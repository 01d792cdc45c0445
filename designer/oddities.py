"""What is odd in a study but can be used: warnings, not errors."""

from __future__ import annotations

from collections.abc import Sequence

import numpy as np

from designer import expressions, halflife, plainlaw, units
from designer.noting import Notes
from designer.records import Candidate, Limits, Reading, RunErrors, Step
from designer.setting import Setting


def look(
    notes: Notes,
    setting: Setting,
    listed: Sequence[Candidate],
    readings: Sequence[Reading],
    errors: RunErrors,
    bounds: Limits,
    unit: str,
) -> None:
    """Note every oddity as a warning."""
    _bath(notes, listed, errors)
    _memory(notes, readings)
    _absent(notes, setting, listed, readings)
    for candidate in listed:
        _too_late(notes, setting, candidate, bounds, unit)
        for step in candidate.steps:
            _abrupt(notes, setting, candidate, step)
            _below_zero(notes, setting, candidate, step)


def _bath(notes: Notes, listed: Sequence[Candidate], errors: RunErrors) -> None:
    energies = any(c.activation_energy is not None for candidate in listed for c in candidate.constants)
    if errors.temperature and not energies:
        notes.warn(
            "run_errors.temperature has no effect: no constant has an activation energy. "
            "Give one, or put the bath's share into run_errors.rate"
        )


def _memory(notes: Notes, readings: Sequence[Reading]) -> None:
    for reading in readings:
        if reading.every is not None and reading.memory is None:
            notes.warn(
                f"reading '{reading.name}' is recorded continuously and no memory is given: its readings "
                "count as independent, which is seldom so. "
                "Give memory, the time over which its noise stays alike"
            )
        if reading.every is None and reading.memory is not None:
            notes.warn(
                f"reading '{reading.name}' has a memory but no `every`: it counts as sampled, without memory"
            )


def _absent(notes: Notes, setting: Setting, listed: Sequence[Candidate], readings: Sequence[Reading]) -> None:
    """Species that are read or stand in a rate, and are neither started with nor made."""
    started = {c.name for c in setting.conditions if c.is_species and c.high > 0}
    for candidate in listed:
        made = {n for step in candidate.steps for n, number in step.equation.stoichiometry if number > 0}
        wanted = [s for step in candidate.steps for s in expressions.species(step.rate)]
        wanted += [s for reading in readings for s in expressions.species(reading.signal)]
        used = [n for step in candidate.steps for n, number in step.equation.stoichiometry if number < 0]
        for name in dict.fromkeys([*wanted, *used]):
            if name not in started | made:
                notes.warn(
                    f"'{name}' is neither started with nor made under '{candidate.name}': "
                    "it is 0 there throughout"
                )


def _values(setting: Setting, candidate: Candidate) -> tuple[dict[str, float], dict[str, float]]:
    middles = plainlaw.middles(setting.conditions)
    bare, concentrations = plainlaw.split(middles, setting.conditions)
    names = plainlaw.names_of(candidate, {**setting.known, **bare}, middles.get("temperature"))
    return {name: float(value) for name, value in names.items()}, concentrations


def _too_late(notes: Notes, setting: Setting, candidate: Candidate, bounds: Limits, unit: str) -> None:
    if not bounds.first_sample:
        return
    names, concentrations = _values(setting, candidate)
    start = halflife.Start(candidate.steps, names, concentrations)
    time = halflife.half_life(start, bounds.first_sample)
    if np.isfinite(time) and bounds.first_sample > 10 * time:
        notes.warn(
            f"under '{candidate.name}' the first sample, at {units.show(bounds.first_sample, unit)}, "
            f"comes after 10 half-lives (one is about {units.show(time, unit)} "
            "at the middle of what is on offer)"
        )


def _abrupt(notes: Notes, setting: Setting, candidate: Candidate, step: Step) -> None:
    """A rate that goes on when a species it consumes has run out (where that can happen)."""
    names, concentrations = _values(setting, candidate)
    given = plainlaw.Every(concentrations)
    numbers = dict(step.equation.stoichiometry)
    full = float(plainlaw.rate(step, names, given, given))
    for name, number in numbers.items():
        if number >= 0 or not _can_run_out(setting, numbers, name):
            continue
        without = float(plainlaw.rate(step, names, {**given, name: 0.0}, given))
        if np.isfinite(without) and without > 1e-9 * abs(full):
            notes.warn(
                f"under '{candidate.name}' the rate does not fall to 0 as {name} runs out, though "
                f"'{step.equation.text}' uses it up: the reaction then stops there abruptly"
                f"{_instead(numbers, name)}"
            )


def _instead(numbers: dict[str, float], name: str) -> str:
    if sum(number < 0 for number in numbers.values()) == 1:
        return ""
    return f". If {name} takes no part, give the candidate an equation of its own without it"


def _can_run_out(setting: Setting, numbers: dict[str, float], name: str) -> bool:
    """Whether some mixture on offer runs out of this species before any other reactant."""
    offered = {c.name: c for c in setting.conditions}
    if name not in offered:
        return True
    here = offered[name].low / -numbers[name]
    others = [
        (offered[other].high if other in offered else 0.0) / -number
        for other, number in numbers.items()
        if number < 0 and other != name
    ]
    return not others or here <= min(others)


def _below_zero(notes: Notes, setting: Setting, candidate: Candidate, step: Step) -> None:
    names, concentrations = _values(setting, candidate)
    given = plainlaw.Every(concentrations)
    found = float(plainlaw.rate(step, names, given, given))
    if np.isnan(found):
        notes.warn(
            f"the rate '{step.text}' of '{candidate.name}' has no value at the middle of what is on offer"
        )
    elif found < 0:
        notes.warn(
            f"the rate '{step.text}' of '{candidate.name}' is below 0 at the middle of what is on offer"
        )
-*-*-
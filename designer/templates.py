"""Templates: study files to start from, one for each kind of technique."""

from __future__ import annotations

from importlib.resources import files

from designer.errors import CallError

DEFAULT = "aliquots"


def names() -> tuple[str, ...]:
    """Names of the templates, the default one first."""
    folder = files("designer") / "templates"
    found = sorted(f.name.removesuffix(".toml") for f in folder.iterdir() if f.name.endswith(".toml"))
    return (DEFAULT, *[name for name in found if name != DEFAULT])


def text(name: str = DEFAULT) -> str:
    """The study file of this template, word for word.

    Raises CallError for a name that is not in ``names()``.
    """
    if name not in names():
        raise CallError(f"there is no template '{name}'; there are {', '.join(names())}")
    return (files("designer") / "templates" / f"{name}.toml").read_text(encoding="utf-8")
-*-*-
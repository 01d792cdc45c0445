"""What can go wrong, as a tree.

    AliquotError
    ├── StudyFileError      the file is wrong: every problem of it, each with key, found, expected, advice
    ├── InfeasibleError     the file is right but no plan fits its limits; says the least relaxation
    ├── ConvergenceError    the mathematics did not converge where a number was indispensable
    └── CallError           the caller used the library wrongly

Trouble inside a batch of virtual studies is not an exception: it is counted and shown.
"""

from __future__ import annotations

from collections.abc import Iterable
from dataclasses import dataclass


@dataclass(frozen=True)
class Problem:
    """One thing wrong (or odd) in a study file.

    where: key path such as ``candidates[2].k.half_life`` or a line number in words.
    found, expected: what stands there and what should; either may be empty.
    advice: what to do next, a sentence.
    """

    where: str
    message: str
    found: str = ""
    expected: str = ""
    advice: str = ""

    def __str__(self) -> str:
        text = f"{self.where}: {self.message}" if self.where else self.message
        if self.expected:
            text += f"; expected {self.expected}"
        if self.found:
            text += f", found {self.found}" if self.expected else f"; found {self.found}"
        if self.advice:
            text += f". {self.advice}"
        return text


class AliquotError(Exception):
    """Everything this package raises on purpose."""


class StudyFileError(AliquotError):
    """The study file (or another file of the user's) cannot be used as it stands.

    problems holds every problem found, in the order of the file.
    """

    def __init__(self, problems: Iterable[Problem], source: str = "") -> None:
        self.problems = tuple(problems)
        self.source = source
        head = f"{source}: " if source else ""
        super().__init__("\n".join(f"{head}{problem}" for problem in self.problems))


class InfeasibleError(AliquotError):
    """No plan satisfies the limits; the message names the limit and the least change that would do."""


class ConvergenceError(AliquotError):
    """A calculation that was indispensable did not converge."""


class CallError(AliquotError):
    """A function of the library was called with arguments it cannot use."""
-*-*-
EXERCISE GOAL → Taking the material above, extract exactly and only the lines from the line with "def _instead(numbers: dict[str, float], name: str)" to the line with "Setting, numbers: dict[str, float], name: str)", inclusive of both.

ANSWER BELOW →
def _instead(numbers: dict[str, float], name: str) -> str:
    if sum(number < 0 for number in numbers.values()) == 1:
        return ""
    return f". If {name} takes no part, give the candidate an equation of its own without it"


def _can_run_out(setting: Setting, numbers: dict[str, float], name: str) -> bool:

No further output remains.